(Extracted records begins)

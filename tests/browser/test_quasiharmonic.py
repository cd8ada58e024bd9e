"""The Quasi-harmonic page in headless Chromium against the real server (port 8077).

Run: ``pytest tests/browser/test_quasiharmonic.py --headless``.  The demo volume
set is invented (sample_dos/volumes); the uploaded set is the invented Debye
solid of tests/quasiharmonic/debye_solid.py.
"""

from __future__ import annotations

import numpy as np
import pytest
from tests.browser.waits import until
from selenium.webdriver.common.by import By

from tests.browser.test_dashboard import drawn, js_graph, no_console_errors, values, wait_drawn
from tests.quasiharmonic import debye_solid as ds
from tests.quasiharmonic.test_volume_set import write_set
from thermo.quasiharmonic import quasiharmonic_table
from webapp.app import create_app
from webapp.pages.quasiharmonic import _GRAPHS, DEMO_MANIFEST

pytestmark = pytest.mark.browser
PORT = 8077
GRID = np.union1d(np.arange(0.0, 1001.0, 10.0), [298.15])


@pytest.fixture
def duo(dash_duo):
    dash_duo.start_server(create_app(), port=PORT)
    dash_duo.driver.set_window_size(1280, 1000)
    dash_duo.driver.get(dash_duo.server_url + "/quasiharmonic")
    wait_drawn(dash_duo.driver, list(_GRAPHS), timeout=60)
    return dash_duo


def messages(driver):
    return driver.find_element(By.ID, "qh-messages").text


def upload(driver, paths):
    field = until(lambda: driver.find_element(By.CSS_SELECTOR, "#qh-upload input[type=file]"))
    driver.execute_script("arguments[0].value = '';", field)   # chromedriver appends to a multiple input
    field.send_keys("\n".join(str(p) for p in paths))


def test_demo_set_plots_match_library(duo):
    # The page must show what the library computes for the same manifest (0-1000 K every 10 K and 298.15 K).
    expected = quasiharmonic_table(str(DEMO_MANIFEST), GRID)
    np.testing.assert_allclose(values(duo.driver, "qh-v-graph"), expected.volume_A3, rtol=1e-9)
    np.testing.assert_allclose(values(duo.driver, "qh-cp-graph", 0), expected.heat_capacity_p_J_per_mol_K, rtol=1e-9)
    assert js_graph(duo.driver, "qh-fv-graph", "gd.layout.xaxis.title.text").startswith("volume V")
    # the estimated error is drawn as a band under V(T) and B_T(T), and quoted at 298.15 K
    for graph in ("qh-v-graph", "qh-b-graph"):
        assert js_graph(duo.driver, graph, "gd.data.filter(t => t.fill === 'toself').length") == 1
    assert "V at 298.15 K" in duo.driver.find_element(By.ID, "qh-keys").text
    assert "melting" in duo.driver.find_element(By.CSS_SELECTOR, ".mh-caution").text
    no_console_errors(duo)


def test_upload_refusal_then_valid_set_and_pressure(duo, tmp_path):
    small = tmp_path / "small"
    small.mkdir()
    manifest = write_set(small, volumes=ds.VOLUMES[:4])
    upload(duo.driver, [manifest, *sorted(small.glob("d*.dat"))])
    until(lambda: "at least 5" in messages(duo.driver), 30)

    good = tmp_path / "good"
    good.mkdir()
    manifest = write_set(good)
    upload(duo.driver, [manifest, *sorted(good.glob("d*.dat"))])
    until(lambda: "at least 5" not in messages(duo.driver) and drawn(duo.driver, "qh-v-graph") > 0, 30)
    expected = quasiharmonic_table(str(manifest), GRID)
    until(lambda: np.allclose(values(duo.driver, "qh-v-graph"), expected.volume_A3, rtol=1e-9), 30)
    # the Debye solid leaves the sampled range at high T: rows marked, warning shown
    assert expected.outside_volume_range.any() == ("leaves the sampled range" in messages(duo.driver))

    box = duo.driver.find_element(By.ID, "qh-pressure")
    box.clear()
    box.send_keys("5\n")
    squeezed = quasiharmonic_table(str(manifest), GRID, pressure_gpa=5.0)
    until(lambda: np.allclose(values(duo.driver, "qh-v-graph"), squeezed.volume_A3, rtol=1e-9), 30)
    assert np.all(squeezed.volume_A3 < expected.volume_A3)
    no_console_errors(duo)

(Extracted records ends)

What is required: Find each line above that contains "until", and copy those lines.

Written answer:
from tests.browser.waits import until
    field = until(lambda: driver.find_element(By.CSS_SELECTOR, "#qh-upload input[type=file]"))
    until(lambda: "at least 5" in messages(duo.driver), 30)
    until(lambda: "at least 5" not in messages(duo.driver) and drawn(duo.driver, "qh-v-graph") > 0, 30)
    until(lambda: np.allclose(values(duo.driver, "qh-v-graph"), expected.volume_A3, rtol=1e-9), 30)
    until(lambda: np.allclose(values(duo.driver, "qh-v-graph"), squeezed.volume_A3, rtol=1e-9), 30)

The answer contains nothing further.